参考文献:1) Onoda Y, Wright IJ, Evans JR, Hikosaka K, Kitajima K, Niinemets U, Poorter H, Tosens T, Westoby M. Physiological and structural tradeoffs underlying the leaf economics spectrum. New Phytol. 2017 Jun;214(4):1447-1463. doi: 10.1111/nph.14496. Epub 2017 Mar 10. PMID: 28295374.

A:よく考えていてよいと思いますが、β-カロテンについてはこの講義の中で紹介しましたし、光合成の量子収率のスペクトルが500 nm付近で低下しているという話もしています。そのあたりを覚えていれば、「大きく関係している」といった漠然とした表現ではなく、もっと具体的な議論ができたと思います。
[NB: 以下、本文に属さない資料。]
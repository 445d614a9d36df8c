//! Balls by image charges (Kelvin 1848; Smythe, Static and Dynamic Electricity, chapter 5): the charge at
//! the centre that puts a ball to its potential, and the images of every charge in every other ball, until
//! what is left is below [`LEAST`].
use amberskin::base::Vec3;
use amberskin::base::si::EPS0;
use nalgebra::DMatrix;
use nalgebra::DVector;
use std::f64::consts::PI;

/// A conducting ball: centre and radius [m].
pub(crate) type Ball = (Vec3, f64);

/// Charge over 4πε₀ at a place [V·m].
type Charge = (f64, Vec3);

/// Charges that are left out, over the radius at 1 V [1].
const LEAST: f64 = 1e-12;

/// Charges inside each ball when ball `live` is at 1 V and the rest at 0 V.
fn inside(balls: &[Ball], live: usize) -> Vec<Vec<Charge>> {
    if balls.len() <= 2 { images(balls, live) } else { fitted(balls, live) }
}

/// Charges of each ball on a sphere of [`DEPTH`] radii, and the same count of places where they give the
/// potential (method of fundamental solutions; Fairweather and Karageorghis, Advances in Computational
/// Mathematics 9, 1998).
///
/// Three balls have 2^n images in the nth generation, which fall no faster than 0.6^n.  On two balls a radius
/// apart both ways agree to 1e-6: see [`agreement`].
const CHARGES: usize = 250;
const DEPTH: f64 = 0.6;

/// The places of a net on the unit sphere, by the golden angle.
fn net(count: usize) -> impl Iterator<Item = Vec3> {
    (0..count).map(move |k| {
        let (z, angle) = (1.0 - (2 * k + 1) as f64 / count as f64, 2.399963229728653 * k as f64);
        Vec3::new((1.0 - z * z).sqrt() * angle.cos(), (1.0 - z * z).sqrt() * angle.sin(), z)
    })
}

fn fitted(balls: &[Ball], live: usize) -> Vec<Vec<Charge>> {
    let on = |depth: f64| -> Vec<Vec3> {
        balls.iter().flat_map(|(c, r)| net(CHARGES).map(move |d| c + d * (depth * r))).collect()
    };
    let (inner, outer) = (on(DEPTH), on(1.0));
    let n = inner.len();
    let matrix = DMatrix::from_fn(n, n, |i, j| 1.0 / (outer[i] - inner[j]).norm());
    let volts = DVector::from_fn(n, |i, _| if i / CHARGES == live { 1.0 } else { 0.0 });
    let charges = matrix.lu().solve(&volts).expect("apart from each other");
    let of_ball = |k: usize| (k * CHARGES..(k + 1) * CHARGES).map(|j| (charges[j], inner[j])).collect();
    (0..balls.len()).map(of_ball).collect()
}

/// Largest difference of the two ways on two balls a radius apart, over the capacitance of one [1].
pub(crate) fn agreement() -> f64 {
    let balls = [(Vec3::zeros(), 1.0), (Vec3::z() * 3.0, 0.8)];
    let sums = |held: Vec<Vec<Charge>>| held.into_iter().map(|h| h.iter().map(|(q, _)| q).sum::<f64>());
    let pairs = sums(images(&balls, 0)).zip(sums(fitted(&balls, 0)));
    pairs.map(|(a, b)| (a - b).abs()).fold(0.0, f64::max)
}

fn images(balls: &[Ball], live: usize) -> Vec<Vec<Charge>> {
    let mut held: Vec<Vec<Charge>> = vec![Vec::new(); balls.len()];
    let mut open = vec![(live, (balls[live].1, balls[live].0))];
    while let Some((home, (q, at))) = open.pop() {
        held[home].push((q, at));
        for (other, (centre, radius)) in balls.iter().enumerate().filter(|(k, _)| *k != home) {
            let away = at - centre;
            let image = -q * radius / away.norm();
            if LEAST * balls[live].1 < image.abs() {
                open.push((other, (image, centre + away * (radius * radius / away.norm_squared()))));
            }
        }
    }
    held
}

/// Maxwell matrix of balls in free space [F].
pub(crate) fn matrix(balls: &[Ball]) -> Vec<Vec<f64>> {
    let sum = |held: &Vec<Charge>| 4.0 * PI * EPS0 * held.iter().map(|(q, _)| q).sum::<f64>();
    // The matrix is symmetric: columns serve as rows.
    (0..balls.len()).map(|j| inside(balls, j).iter().map(sum).collect()).collect()
}

/// Highest field on each ball at potentials `v` [V/m]: the best of a net of places, then of ever smaller
/// steps about it.
pub(crate) fn highest(balls: &[Ball], v: &[f64]) -> Vec<f64> {
    let mut charges: Vec<Charge> = Vec::new();
    for (live, volt) in v.iter().enumerate().filter(|(_, volt)| volt.abs() > 0.0) {
        charges.extend(inside(balls, live).into_iter().flatten().map(|(q, at)| (q * volt, at)));
    }
    let field = |x: Vec3| -> f64 {
        let of = |(q, at): &Charge| (x - at) * (q / (x - at).norm().powi(3));
        charges.iter().map(of).sum::<Vec3>().norm()
    };
    let axes = [Vec3::x(), -Vec3::x(), Vec3::y(), -Vec3::y(), Vec3::z(), -Vec3::z()];
    let starts: Vec<Vec3> = net(300).chain(axes).collect();
    let of_ball = |(centre, radius): &Ball| {
        let at = |d: &Vec3| field(centre + d * *radius);
        let mut best =
            starts.iter().map(|d| (at(d), *d)).fold((0.0, Vec3::x()), |a, b| if a.0 < b.0 { b } else { a });
        let mut step = 0.1;
        while 1e-5 < step {
            let near = axes.map(|a| (best.1 + a * step).normalize());
            let next = near.iter().map(|d| (at(d), *d)).fold(best, |a, b| if a.0 < b.0 { b } else { a });
            if next.0 <= best.0 { step *= 0.5 } else { best = next }
        }
        best.0
    };
    balls.iter().map(of_ball).collect()
}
Q:今回の講義では光合成効率について学んだ。そこで群落による葉と光合成の関係について考えてみる。葉単体で見れば同じ光量の環境下での場合、光合成活性はある一定の数値まで上がりそこからは頭打ちになっているが、群落全体で見れば光量が多くなったとしてもその光合成活性において頭打ちは生じない。つまりこれは葉一枚々々それぞれに照射される光量に差があり群落全体で見れば光量が上がってとしても頭打ちになることはないということである。群落には他の葉と比べ十分な量の光が届かず光合成量が少ない(光合成速度が低い)葉も少なからず存在し、一見するとこれらは無駄に見える。葉を何枚も生成したり群落を形成することよりも、少ない葉の枚数で光合成を行う方が葉を生産するコストや葉一枚単位で見た時の光合成効率を考えるとより有効であると考えられるが、多くの健康的な植物の場合、それらはその個体に多くの葉をつけている。この事実から考えるにおそらく、葉を多く個体につけることによって実現する高い光合成速度が、個体内に多くの葉を生成するのにかかるコストを上回っていると考えることができる。もしくは、個体の光合成を担う器官を少数箇所に絞る場合(葉の枚数を少なくして光合成率を高める戦略)に起こると考えられる外敵からの捕食やその他の環境ストレスによる光合成器官の損失で生じる個体への大きいダメージを、葉を多く持つことで損失を分散し回避しているのではないかとも考えた。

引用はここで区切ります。